Premier ministre : qui pour remplacer Borne à Matignon? PREMIER MINISTRE. La Première ministre prend ses marques à Matignon... Mais l'opposition gronde et réclame sa démission depuis plusieurs jours. Peut-elle conserver son poste ? Qui la remplacerait ?

[Mis à jour le 24 juin 2022 à 10h43] "Je suis à l'action", affirmait hier soir la Première ministre sur le plateau de LCI. Interrogée quant au fait qu'elle serait "en sursis", elle a répondu: "Je ne suis pas en train de me poser ce genre de questions". A l'heure où l'opposition réclame sa démission, son séjour à Matignon semble se prolonger… Pour autant, l'exécutif ne s'est pas exprimé sur la question, et fait régner le suspens. Le 22 juin, Emmanuel Macron prenait la parole devant les Français, appelant au "dépassement politique" pour éviter le blocage institutionnel qui guette le pays. Mais il n'a pas pipé mot sur le sort réservé à l'équipe gouvernementale et à sa Première ministre en ce début de quinquennat. S'il a refusé la "démission de courtoisie" d'Elisabeth Borne le 21 mai, la locataire de Matignon est sur la sellette. La sévère désillusion d'Ensemble! aux législatives teinte son avenir politique d'incertitude. L'opposition gronde et s'indigne que ce désaveu électoral ne déclenche pas le départ d'Elisabeth Borne. Dans la majorité aussi, on s'inquiète de ce profil de Premier ministre qui n'a pas réussi à "imprimer" pendant la campagne en tant que cheffe de la majorité et semble trop "techno", pas assez "politique" pour fédérer en l'absence de majorité absolue. Selon l'AFP, François Bayrou, l'un des principaux alliés d'Emmanuel Macron, plaiderait lui-même pour un nouveau "Premier ministre politique" à la tête du gouvernement, regrettant que les Français puissent avoir le "sentiment que c'est la technique qui gouverne".
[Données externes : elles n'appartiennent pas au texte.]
Conventions (stated once, tested in ``tests/test_gait.py``)
----------------------------------------------------------
* Image: upright-image pixels, x to the right, y down. Tracks are arrays of
  shape ``(n_frames, 2)``; ``time_s`` has shape ``(n_frames,)`` and holds the
  true (possibly irregular) timestamps.
* ``camera_roll_deg``: positive when world-vertical lines appear turned
  clockwise in the upright image. True "up" in image coordinates is then
  ``u = (sin r, -cos r)`` and true "image-right horizontal" is
  ``h = (cos r, sin r)``.
* ``trunk_lean_deg``: angle between true vertical and the line hip midpoint ->
  shoulder midpoint, positive when the shoulders lie toward the client's RIGHT.
* ``pelvic_obliquity_deg``: angle of the line through both hips (or, when the
  keypoints hold them, both pelvis markers: :mod:`lean_video.gait_pelvis`)
  against true horizontal, positive when the client's LEFT hip is lower.
* Sides are the client's own. Facing the camera (walking toward it) the
  client's right appears on the image left; from behind (walking away) on the
  image right. Which way the client walks is decided from the growth or
  shrinking of apparent body size, and the sides from image geometry, not from
  the pose model's labels (see :mod:`lean_video.gait_events`).
* Per single-support phase, lean is reported *toward the stance side* and
  pelvic drop *of the swing side* (positive = swing-side hip lower, the
  Trendelenburg direction).
"""

from __future__ import annotations

import dataclasses
import logging
import math

import numpy as np
import pandas as pd

from lean_video.errors import LeanVideoError
from lean_video.gait_clean import clean_track, keypoints_to_track, lowpass_track, pad_time_gaps
from lean_video.gait_events import (
    assign_client_sides, body_height_px, detect_contacts, foot_speeds,
    refine_event_times, rest_noise, smooth_body_height, walking_direction,
)
from lean_video.gait_frontal import (
    bound_by_double_support, drop_short_contacts, foot_centre_events, order_events, untime_cut_strikes,
)
from lean_video.gait_options import check_frame_rate, check_gait_options
from lean_video.gait_pelvis import line_obliquity_deg, marker_obliquity
from lean_video.gait_phases import SIDES, phases_from_contacts, summarise_sides

log = logging.getLogger(__name__)


@dataclasses.dataclass(frozen=True)
class GaitResult:
    """Result of :func:`analyse_keypoints`.

    Attributes
    ----------
    frames : DataFrame
        ``frame, time_s, trunk_lean_deg, pelvic_obliquity_deg, left_contact,
        right_contact, valid`` (one row per input frame).
    events : DataFrame
        ``time_s, frame, side, event`` with event ``foot_strike`` or ``foot_off``.
    strides : DataFrame
        One row per kept single-support phase: ``stance_side, start_s, end_s,
        duration_s, lean_mean_deg, lean_peak_deg, pelvic_drop_mean_deg,
        pelvic_drop_peak_deg``.
    summary : dict
        JSON-able; see :func:`analyse_keypoints`.
    """

    frames: pd.DataFrame
    events: pd.DataFrame
    strides: pd.DataFrame
    summary: dict


def frame_angles(
    track: dict[str, np.ndarray], *, direction: str, camera_roll_deg: float = 0.0
) -> tuple[np.ndarray, np.ndarray]:
    """Trunk lean and pelvic obliquity per frame, in degrees (conventions above).

    Parameters
    ----------
    track : dict of ndarray (n, 2)
        Client-side labelled positions (``left_shoulder``, ``right_hip``, ...).
    direction : {"toward", "away"}
        Toward the camera the client's right is image-left; away, image-right.
    camera_roll_deg : float, keyword-only

    Returns
    -------
    trunk_lean_deg, pelvic_obliquity_deg : ndarray, shape (n,)
    """
    r = math.radians(camera_roll_deg)
    up = np.array([math.sin(r), -math.cos(r)])
    horiz = np.array([math.cos(r), math.sin(r)])
    right_sign = -1.0 if direction == "toward" else 1.0
    hip_l, hip_r = track["left_hip"], track["right_hip"]
    trunk = (track["left_shoulder"] + track["right_shoulder"]) / 2 - (hip_l + hip_r) / 2
    lean = np.degrees(np.arctan2(trunk @ horiz * right_sign, trunk @ up))
    return lean, line_obliquity_deg(hip_l, hip_r, camera_roll_deg=camera_roll_deg)


def _require_landmarks(raw: dict[str, np.ndarray]) -> None:
    """Refuse a table in which a landmark the analysis needs is never seen (named, not "no phase found")."""
    need = ("left_shoulder", "right_shoulder", "left_hip", "right_hip", "left_ankle", "right_ankle")
    never = [name for name in need if not np.isfinite(raw[name]).all(axis=1).any()]
    if never:
        raise LeanVideoError(f"the keypoints never hold a usable {', '.join(never)} (missing, or visibility below "
                             "min_visibility in every frame); film again with the whole body in view, or lower "
                             "min_visibility only if the pose source reports visibility differently.")


def _pad_gaps(frame, time_s, raw, *, max_gap_s):
    """Stand missing samples in for jumps in time (:func:`lean_video.gait_clean.pad_time_gaps`)."""
    padded, real = pad_time_gaps(time_s, max_gap_s=max_gap_s)
    if real.all():
        return frame, time_s, raw, real, []
    out_frame = np.full(len(padded), -1, dtype=int)
    out_frame[real] = frame
    out_raw = {}
    for name, xy in raw.items():
        full = np.full((len(padded), 2), np.nan)
        full[real] = xy
        out_raw[name] = full
    jumps = np.flatnonzero(np.diff(np.flatnonzero(real)) > 1)
    at = ", ".join(f"{time_s[j]:.2f}-{time_s[j + 1]:.2f} s" for j in jumps)
    warning = (f"the keypoints skip time ({at}): no phase is measured across a jump; "
               "re-run the pose stage on the whole clip, or film again without interruptions")
    return out_frame, padded, out_raw, real, [warning]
Depuis la désillusion électorale du 19 juin, le camp présidentiel réfléchit à la possibilité d'une alliance avec certains partis afin de gouverner sans blocages. En début de semaine, Emmanuel Macon rencontrait les chefs de file des formations de l'opposition à l'Assemblée. Ces rendez-vous ne semblent pas avoir été concluants, les patrons des partis répétant qu'ils ne sont "pas à vendre", à l'instar de Christian Jacob, qui représentait les Républicains. En outre, alors que le premier secrétaire du PCF Fabien Roussel révélait en sortant d'un entretien avec le chef de l'Etat à l'Elysée que ce dernier envisageait un "gouvernement d'unité nationale", Emmanuel Macron a démenti cette initiative lors de son allocution télévisée. Mais depuis, le président s'est envolé pour l'étranger... Laissant Elisabeth Borne prendre en main la recomposition de la vie politique. Elle s'entretient actuellement avec les représentants des différents groupes. "Les Français veulent qu'on dialogue davantage, le projet tiendra compte de ceux qui s'expriment à l'Assemblée nationale", expliquait-elle encore sur LCI. Une manière de s'affirmer dans son rôle de cheffe du gouvernement. Si elle n'y parvenait pas, le poste ne serait pas vacant longtemps... Plusieurs personnalités proches du président pourraient y prétendent.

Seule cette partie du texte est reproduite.